Intermolecular HF motion in ArnHF micromatrices (n=1,2,3,4): Classical and quantum calculations on a pairwise additive potential surface

Abstract

The availability of pairwise additive ‘‘two-body’’ potentials for van der Waals systems from near-IR, far-IR and microwave data permits detailed prediction of librational behavior for isolated HF chromophores solvated by successive numbers of rare gas Ar atoms. This paper describes theoretical calculations of ArnHF equilibrium structures and intermolecular HF vibrational frequencies based on an ArnHF ‘‘two-body’’ potential energy surface developed from previously determined Ar–Ar and Ar–HF potentials.
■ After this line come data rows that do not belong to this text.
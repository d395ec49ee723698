import { describe, expect, it } from 'vitest';
import { checkList, MAX_NAMED } from './checklist';
import type { RevisionContent } from './content';
import { sampleContent, sampleIon } from './sample';

function check(key: string, change: (content: RevisionContent) => void = () => {}) {
  const content = sampleContent();
  change(content);
  const found = checkList(content).find((c) => c.key === key);
  if (!found) throw new Error(`no check ${key}`);
  return found;
}

describe('checkList', () => {
  it('names an intense ion without a formula, relative to the base peak of its own spectrum', () => {
    expect(check('unexplained')).toMatchObject({ level: 'look', count: 1, ions: [{ id: 4, relative: 8 }] });
  });

  it('accepts a reason for an unexplained ion', () => {
    const found = check('unexplained', (c) => (c.ions[3].reason = 'electronic noise, one scan only'));
    expect(found).toMatchObject({ level: 'ok', count: 0 });
  });

  it('passes over precursor ions and isotope satellites', () => {
    const found = check('unexplained', (c) => {
      c.ions[3].flag = 'isotope';
      c.ions.push(sampleIon(8, { formula: null, state: 'open', isPrecursor: true }));
    });
    expect(found.count).toBe(0);
  });

  it('counts a rejected formula as no explanation', () => {
    expect(check('unexplained', (c) => (c.ions[1].state = 'rejected')).count).toBe(2);
  });

  it('asks for reasons for weaker open ions', () => {
    expect(check('open-without-reason', (c) => (c.ions[3].intensity = 20))).toMatchObject({ level: 'note', count: 1 });
  });

  it('finds claims beyond the window that holds at their m/z: 1 mDa at m/z 110 is 9.1 ppm, 10 ppm is wider', () => {
    expect(check('beyond-tolerance', (c) => (c.ions[2].errorPpm = 9.9)).count).toBe(0);
    expect(check('beyond-tolerance', (c) => (c.ions[2].errorPpm = -10.1)).count).toBe(1);
  });

  it('takes the absolute floor at low m/z: 1 mDa at m/z 50 is 20 ppm', () => {
    const at50 = (errorPpm: number) => (c: RevisionContent) => {
      c.ions[2] = sampleIon(3, { spectrum: 1, mz: 50, errorPpm });
    };
    expect(check('beyond-tolerance', at50(19)).count).toBe(0);
    expect(check('beyond-tolerance', at50(21)).count).toBe(1);
  });

  it('calls a formula ambiguous when its rival is less than ten times less likely', () => {
    expect(check('ambiguous', (c) => (c.ions[1].rival = { formula: 'C8H10O2', score: 9.1 - 2.31 })).count).toBe(0);
    expect(check('ambiguous', (c) => (c.ions[1].rival = { formula: 'C8H10O2', score: 9.1 - 2.3 })).count).toBe(1);
  });

  it('warns of unit resolution, of a low share and of a missing formula', () => {
    const poor = (c: RevisionContent) => {
      c.spectra[1].tolerance = { ppm: 10, mda: 400 };
      c.tree.explained = 0.69;
      c.tree.formula = null;
    };
    for (const key of ['unit-resolution', 'explained', 'formula']) {
      expect(check(key).level).toBe('ok');
      expect(check(key, poor).level).toBe('look');
    }
  });

  it('names at most a dozen ions and counts all, strongest first', () => {
    const found = check('unconfirmed', (c) => {
      for (let i = 0; i < 30; i++) c.ions.push(sampleIon(100 + i, { intensity: 100 + i, state: 'proposed' }));
    });
    expect([found.ions.length, found.count, found.ions[1].id]).toEqual([MAX_NAMED, 31, 129]);
  });

  it('puts what needs a look first and what is in order last', () => {
    const levels = checkList(sampleContent()).map((c) => ['look', 'note', 'ok'].indexOf(c.level));
    expect(levels).toEqual([...levels].sort());
  });
});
Isomeric structures are predicted from local minima on these multidimensional surfaces, and are found to be in excellent qualitative agreement with near-IR observations of ArnHF clusters with n=1,2,3, and 4 Ar atoms. Quantum mechanical calculations are performed for the HF librational and van der Waals stretching modes against a rigid Arn frame. These pairwise additive potentials predict a strongly increasing angular anisotropy for the HF bending coordinate with number of Ar atoms (for small n), and provide predictions of HF intermolecular van der Waals bend and stretch vibrational frequencies. Fourier transform (FT)-microwave and near-IR data, on the other hand, demonstrate only a minor dependence of the anisotropy on n; this suggests the pairwise additive potentials may systematically overestimate the angular anisotropy for HF bending. Selected cuts through these potential surfaces indicate significant coupling between the Arn–HF stretch, Ar–Ar stretch, and Ar–Ar bending vibrations. This strong vibrational coupling indicates that a full quantum treatment of all intermolecular coordinates may be required in order to make quantitative comparison with van der Waals vibrational data. In the limit of sufficient Ar atoms to fill the first coordination sphere around the HF, the calculations indicate a nearly perfect cancellation of angular anisotropy for HF librational motion, consistent with the nearly free internal rotation of the HF observed in cryogenic Ar matrices.